With Israel's media gag order lifted, more details are starting to come out about the investigation. It now appears that the investigators are looking into money Olmert received while he was a minister in Ariel Sharon's government, not when he was running for mayor of Jerusalem as previously reported:

"At present, the investigation is clearly focusing on the period when Olmert served as the minister of industry, trade and labor," the official said, adding that investigators may yet expand their probe to cover the period during which Talansky raised funds for Olmert's various election campaigns. "The investigators have solid information regarding envelopes of cash that were handed over to Olmert, and there is no information regarding the fate of that money."

In an interview on Israeli television, Talansky denied bribing Olmert and said that he had donated to Olmert's campaigns but had no idea how the money was spent.
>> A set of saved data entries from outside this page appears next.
# -- charts ---------------------------------------------------------------------------------
def shift_spread(v: dict[str, Any]) -> Figure | None:
    rows = [{"test": _name(t), "test_num": t["test_num"], "verdict": t["verdict"],
             "shift_sigma": _sig(t["shift_sigma"]), "sigma_ratio": _sig(t["sigma_ratio"]),
             "q_value": _sig(t["q_value"], 2)}
            for t in v["tests"] if t["shift_sigma"] is not None and t["sigma_ratio"]]
    if not rows:
        return None
    moved = _moved(v)
    n = len(v["tests"])
    title = (f"{len(moved)} of {n} tests moved: "
             + ", ".join(f"{_name(t)} ({_effect(t)})" for t in moved[:3])
             + (f" and {len(moved) - 3} more" if len(moved) > 3 else "")
             if moved else f"No test moved beyond chance ({n} compared)")
    verdicts = list(VERDICT_COLOURS)
    # Symmetric about "no change" (0, 1), with room for the labels of the far points.
    reach = max(0.25, 1.3 * max(abs(r["shift_sigma"]) for r in rows))
    ratios = [r["sigma_ratio"] for r in rows if r["sigma_ratio"] > 0]
    spread = max(1.25, 1.15 * max([*ratios, *(1.0 / x for x in ratios)], default=1.0))
    base = alt.Chart(alt.Data(values=rows)).encode(
        x=alt.X("shift_sigma:Q", title="mean shift, candidate − baseline (baseline σ)",
                scale=alt.Scale(domain=[-_sig(reach, 2), _sig(reach, 2)], nice=False)),
        y=alt.Y("sigma_ratio:Q", title="spread ratio, candidate / baseline (×)",
                axis=alt.Axis(values=[x for x in RATIO_TICKS if 1 / spread <= x <= spread]),
                scale=alt.Scale(type="log", domain=[_sig(1.0 / spread, 2), _sig(spread, 2)],
                                nice=False, zero=False)))
    points = base.mark_point(filled=True, size=60, opacity=0.8).encode(
        color=alt.Color("verdict:N", title="verdict", legend=alt.Legend(orient="bottom"),
                        scale=alt.Scale(
            domain=verdicts, range=[VERDICT_COLOURS[k] for k in verdicts])),
        tooltip=[alt.Tooltip("test:N"), alt.Tooltip("test_num:Q", title="test number"),
                 alt.Tooltip("verdict:N"),
                 alt.Tooltip("shift_sigma:Q", title="shift (σ)", format="+.2f"),
                 alt.Tooltip("sigma_ratio:Q", title="spread ratio", format=".2f"),
                 alt.Tooltip("q_value:Q", title="q (FDR)", format=".2g")])
    labels = base.mark_text(align="left", dx=7, fontSize=11, color=CORAL).encode(
        text="test:N").transform_filter(alt.datum.verdict == "shifted")
    zero = alt.Chart(alt.Data(values=[{"x": 0}])).mark_rule(color=MIST).encode(x="x:Q")
    one = alt.Chart(alt.Data(values=[{"y": 1}])).mark_rule(color=MIST).encode(y="y:Q")
    chart = alt.layer(zero, one, points, labels).properties(
        width=WIDTH, height=320, title=chart_title(title, f"{v['candidate']} against "
                                              f"{v['baseline']}: one dot per test; coral = "
                                              f"moved at a {100 * v['fdr']:g} % false "
                                              "discovery rate"))
    return Figure("verify_shift_spread", title, "Each test's mean shift (in the baseline's "
                  "standard deviations) against the ratio of its standard deviations, on "
                  "in-limit values. Tests at (0, 1) did not change.", chart)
However, according to the New York Times, a minibar company started by Talansky picked up a $4,717 one-night Washington hotel tab for Olmert in 2005. Even at the Ritz-Carton, that's a lot of cashews.

Meanwhile, George W. Bush will arrive in Israel tomorrow and plans to meet with Olmert. Asked about the investigation today, he described the Israeli prime minister as "an honest man, an open man, a guy easy to talk to and somebody who understands the vision necessary for Israelis' security."

Fifty-nine percent of Israelis, on the other hand, don't really see it that way.